=== Material to process ===
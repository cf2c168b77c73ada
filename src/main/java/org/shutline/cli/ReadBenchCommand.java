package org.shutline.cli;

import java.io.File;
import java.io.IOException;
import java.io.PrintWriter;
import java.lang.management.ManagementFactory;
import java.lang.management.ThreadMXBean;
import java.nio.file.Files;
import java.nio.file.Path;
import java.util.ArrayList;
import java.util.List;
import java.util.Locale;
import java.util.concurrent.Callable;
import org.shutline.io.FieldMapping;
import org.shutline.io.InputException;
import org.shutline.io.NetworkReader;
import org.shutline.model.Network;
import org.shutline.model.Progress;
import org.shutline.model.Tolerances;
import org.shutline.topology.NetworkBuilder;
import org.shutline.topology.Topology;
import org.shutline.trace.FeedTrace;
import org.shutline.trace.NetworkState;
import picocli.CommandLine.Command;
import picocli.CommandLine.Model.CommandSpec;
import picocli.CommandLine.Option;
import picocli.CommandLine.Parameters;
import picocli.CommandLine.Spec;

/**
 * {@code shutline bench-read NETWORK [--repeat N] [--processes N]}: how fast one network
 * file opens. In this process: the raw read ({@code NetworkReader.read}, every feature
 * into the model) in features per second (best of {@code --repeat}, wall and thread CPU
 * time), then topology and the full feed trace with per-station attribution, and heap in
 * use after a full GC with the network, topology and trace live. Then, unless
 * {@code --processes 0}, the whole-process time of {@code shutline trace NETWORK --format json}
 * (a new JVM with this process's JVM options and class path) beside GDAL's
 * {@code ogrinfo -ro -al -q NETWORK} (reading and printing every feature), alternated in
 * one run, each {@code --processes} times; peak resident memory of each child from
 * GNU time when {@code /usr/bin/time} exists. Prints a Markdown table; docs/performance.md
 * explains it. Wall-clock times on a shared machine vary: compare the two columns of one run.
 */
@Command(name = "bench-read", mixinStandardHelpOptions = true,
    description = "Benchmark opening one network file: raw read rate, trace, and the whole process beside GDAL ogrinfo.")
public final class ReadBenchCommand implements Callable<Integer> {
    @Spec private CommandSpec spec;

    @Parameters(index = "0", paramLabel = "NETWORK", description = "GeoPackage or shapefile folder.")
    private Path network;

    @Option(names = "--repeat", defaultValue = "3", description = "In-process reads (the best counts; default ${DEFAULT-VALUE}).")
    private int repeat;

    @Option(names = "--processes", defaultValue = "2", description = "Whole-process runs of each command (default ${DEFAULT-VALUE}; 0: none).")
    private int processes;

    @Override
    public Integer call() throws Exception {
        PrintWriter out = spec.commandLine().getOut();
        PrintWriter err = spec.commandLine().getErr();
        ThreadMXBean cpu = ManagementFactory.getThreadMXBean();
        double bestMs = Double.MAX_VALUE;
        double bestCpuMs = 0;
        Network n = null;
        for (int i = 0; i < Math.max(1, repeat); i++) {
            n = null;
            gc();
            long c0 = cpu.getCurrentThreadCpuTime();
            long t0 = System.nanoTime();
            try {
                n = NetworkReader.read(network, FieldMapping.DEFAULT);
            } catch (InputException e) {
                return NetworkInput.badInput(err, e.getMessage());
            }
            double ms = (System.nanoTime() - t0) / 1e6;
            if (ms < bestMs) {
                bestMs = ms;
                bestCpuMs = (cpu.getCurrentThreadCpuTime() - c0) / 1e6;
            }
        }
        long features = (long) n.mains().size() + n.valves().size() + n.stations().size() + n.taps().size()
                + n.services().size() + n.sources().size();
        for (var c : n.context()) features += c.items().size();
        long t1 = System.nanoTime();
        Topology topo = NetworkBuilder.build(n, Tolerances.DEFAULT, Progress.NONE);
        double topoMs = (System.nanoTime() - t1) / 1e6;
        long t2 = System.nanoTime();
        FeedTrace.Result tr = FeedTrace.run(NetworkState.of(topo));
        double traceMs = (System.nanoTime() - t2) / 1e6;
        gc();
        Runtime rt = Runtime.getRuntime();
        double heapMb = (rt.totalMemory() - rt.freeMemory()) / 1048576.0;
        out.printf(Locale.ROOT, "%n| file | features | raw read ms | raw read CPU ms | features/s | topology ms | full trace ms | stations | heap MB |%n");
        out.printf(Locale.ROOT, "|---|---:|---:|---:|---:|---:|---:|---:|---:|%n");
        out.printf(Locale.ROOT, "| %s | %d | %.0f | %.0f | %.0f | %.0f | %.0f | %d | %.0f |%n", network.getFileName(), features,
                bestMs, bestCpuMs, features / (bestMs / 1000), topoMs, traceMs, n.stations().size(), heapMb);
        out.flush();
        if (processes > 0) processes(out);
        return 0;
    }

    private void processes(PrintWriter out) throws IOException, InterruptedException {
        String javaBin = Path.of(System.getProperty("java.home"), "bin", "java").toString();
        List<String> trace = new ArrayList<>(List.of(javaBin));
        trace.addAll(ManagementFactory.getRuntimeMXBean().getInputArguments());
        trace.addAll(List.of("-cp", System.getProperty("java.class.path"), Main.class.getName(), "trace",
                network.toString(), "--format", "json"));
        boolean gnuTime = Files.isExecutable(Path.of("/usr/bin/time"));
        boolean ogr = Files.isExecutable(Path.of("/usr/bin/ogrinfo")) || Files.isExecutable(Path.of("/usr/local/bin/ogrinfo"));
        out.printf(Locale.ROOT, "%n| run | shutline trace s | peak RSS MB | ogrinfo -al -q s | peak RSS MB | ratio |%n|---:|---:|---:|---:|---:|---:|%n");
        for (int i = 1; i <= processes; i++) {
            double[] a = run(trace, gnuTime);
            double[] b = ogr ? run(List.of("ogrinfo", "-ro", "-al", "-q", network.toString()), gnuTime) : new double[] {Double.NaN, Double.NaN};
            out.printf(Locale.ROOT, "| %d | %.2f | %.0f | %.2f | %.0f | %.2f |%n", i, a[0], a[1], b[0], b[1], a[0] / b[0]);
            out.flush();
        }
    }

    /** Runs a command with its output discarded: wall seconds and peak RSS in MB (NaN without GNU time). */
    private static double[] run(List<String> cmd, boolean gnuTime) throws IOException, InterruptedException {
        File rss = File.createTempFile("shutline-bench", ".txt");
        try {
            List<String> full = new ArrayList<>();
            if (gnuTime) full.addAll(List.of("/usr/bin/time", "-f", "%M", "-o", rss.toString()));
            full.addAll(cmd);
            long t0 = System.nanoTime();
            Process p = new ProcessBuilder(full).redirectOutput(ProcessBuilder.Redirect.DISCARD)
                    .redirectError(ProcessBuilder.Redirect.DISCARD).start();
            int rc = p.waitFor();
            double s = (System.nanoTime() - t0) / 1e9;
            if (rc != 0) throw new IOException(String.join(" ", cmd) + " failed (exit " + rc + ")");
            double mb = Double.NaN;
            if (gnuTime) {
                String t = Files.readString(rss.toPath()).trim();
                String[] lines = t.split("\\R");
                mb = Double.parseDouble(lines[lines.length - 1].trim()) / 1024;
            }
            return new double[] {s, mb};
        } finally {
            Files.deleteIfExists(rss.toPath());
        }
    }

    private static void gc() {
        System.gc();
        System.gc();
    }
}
===
**Work task**
In your answer, include only the lines above starting at the line that holds "and thread CPU" and ending at the line that holds "private int repeat;", copied exactly.

**Solution for this problem**
 * into the model) in features per second (best of {@code --repeat}, wall and thread CPU
 * time), then topology and the full feed trace with per-station attribution, and heap in
 * use after a full GC with the network, topology and trace live. Then, unless
 * {@code --processes 0}, the whole-process time of {@code shutline trace NETWORK --format json}
 * (a new JVM with this process's JVM options and class path) beside GDAL's
 * {@code ogrinfo -ro -al -q NETWORK} (reading and printing every feature), alternated in
 * one run, each {@code --processes} times; peak resident memory of each child from
 * GNU time when {@code /usr/bin/time} exists. Prints a Markdown table; docs/performance.md
 * explains it. Wall-clock times on a shared machine vary: compare the two columns of one run.
 */
@Command(name = "bench-read", mixinStandardHelpOptions = true,
    description = "Benchmark opening one network file: raw read rate, trace, and the whole process beside GDAL ogrinfo.")
public final class ReadBenchCommand implements Callable<Integer> {
    @Spec private CommandSpec spec;

    @Parameters(index = "0", paramLabel = "NETWORK", description = "GeoPackage or shapefile folder.")
    private Path network;

    @Option(names = "--repeat", defaultValue = "3", description = "In-process reads (the best counts; default ${DEFAULT-VALUE}).")
    private int repeat;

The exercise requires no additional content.